Now that we know that the heuristic does not work at the larger scale, we suspect that, at this larger scale, the output of the algorithm will depend on the prime parameter. Here we display the output of the algorithm for a range of choices. We see that, in general, the larger the prime, the more complicated the cohomological coordinates.

```
[5]:
```

```
prime_choices = [3,5,11,13]
perc = 0.5
plt.figure(figsize=(15,5))
for i,prime in enumerate(prime_choices):
cc = CircularCoords(X, 300, prime=prime)
circular_coordinate = cc.get_coordinates(perc=perc,cocycle_idx=0)
plt.subplot(1, len(prime_choices), i+1)
plt.scatter(X[:,0],X[:,1], s = 10, c = CircleMapUtils.to_sinebow(circular_coordinate))
plt.title("prime = " + str(prime))
plt.gca().set_aspect("equal") ; _ = plt.axis("off")
```

The above behavior is that of DREiMac’s current implementation.
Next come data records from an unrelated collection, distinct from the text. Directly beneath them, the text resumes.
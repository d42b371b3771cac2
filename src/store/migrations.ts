/**
 * The SQLite schema, one entry per version, applied in order and never edited once released:
 * a change is a new entry. PRAGMA user_version holds the version a file has reached.
 */
export const MIGRATIONS: string[] = [
  // 1: channels, samples in chunks, checkpoints, window marks, events, test points and records.
  `
  CREATE TABLE channels (
    id INTEGER PRIMARY KEY,
    name TEXT NOT NULL UNIQUE,
    unit TEXT,
    created_ms REAL NOT NULL
  );
  -- Samples of one channel committed in one flush: times (epoch ms) and values as little-endian
  -- float64 arrays; seq is the channel's 0-based sample index of the first one.
  CREATE TABLE sample_chunks (
    channel_id INTEGER NOT NULL REFERENCES channels(id),
    first_seq INTEGER NOT NULL,
    count INTEGER NOT NULL,
    first_ms REAL NOT NULL,
    last_ms REAL NOT NULL,
    times BLOB NOT NULL,
    vals BLOB NOT NULL,
    PRIMARY KEY (channel_id, first_seq)
  ) WITHOUT ROWID;
  -- The pipeline's whole state after sample seq - 1 (v8 serialisation of plain data).
  CREATE TABLE checkpoints (
    channel_id INTEGER PRIMARY KEY REFERENCES channels(id),
    seq INTEGER NOT NULL,
    created_ms REAL NOT NULL,
    state BLOB NOT NULL
  );
  -- Control marks replayed at their sample index (a growing window restarting for a test point).
  CREATE TABLE marks (
    channel_id INTEGER NOT NULL REFERENCES channels(id),
    seq INTEGER NOT NULL,
    kind TEXT NOT NULL,
    PRIMARY KEY (channel_id, seq, kind)
  ) WITHOUT ROWID;
  CREATE TABLE events (
    id INTEGER PRIMARY KEY AUTOINCREMENT,
    time_ms REAL NOT NULL,
    source TEXT NOT NULL,
    kind TEXT NOT NULL,
    at INTEGER,
    body TEXT NOT NULL
  );
  CREATE INDEX events_source ON events(source, id);
  CREATE TABLE test_points (
    id TEXT PRIMARY KEY,
    body TEXT NOT NULL,
    updated_ms REAL NOT NULL
  );
  CREATE TABLE records (
    id INTEGER PRIMARY KEY AUTOINCREMENT,
    test_point_id TEXT NOT NULL,
    created_ms REAL NOT NULL,
    body TEXT NOT NULL
  );
  CREATE INDEX records_test_point ON records(test_point_id, id);
  CREATE TABLE counters (
    key TEXT PRIMARY KEY,
    value REAL NOT NULL
  );
  `,
  // 2: which samples carried no time of their own (a bitmap per chunk, NULL when all did), so a
  // restart replays them through the same time policy; the committed position of durable sources.
  `
  ALTER TABLE sample_chunks ADD COLUMN unstamped BLOB;
  CREATE TABLE source_positions (
    source TEXT PRIMARY KEY,
    sequence INTEGER NOT NULL,
    updated_ms REAL NOT NULL
  );
  `,
  // 3: what ingest knows beyond the channels, committed with the samples it concerns: the Sparkplug
  // B state of each edge node, each channel's gap detector (keys named by their owner).
  `
  CREATE TABLE ingest_state (
    key TEXT PRIMARY KEY,
    body TEXT NOT NULL
  );
  `,
];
The reason why different primes lead to different circle-valued maps is that the integral lift of a cohomology class \(\eta \in H^1(K ;\mathbb{Z}/p\mathbb{Z})\) is only uniquely determined up to the kernel of the morphism \(H^1(K ; \mathbb{Z}) \to H^1(K ; \mathbb{Z}/p\mathbb{Z})\), which is usually non-trivial. The upshot is that one should be able to design an optimization procedure that finds good integral lift \(\eta'\) of \(\eta\) by minimizing a notion of Dirichlet energy. Although this hasn’t been fully developed yet, it is actively being researched.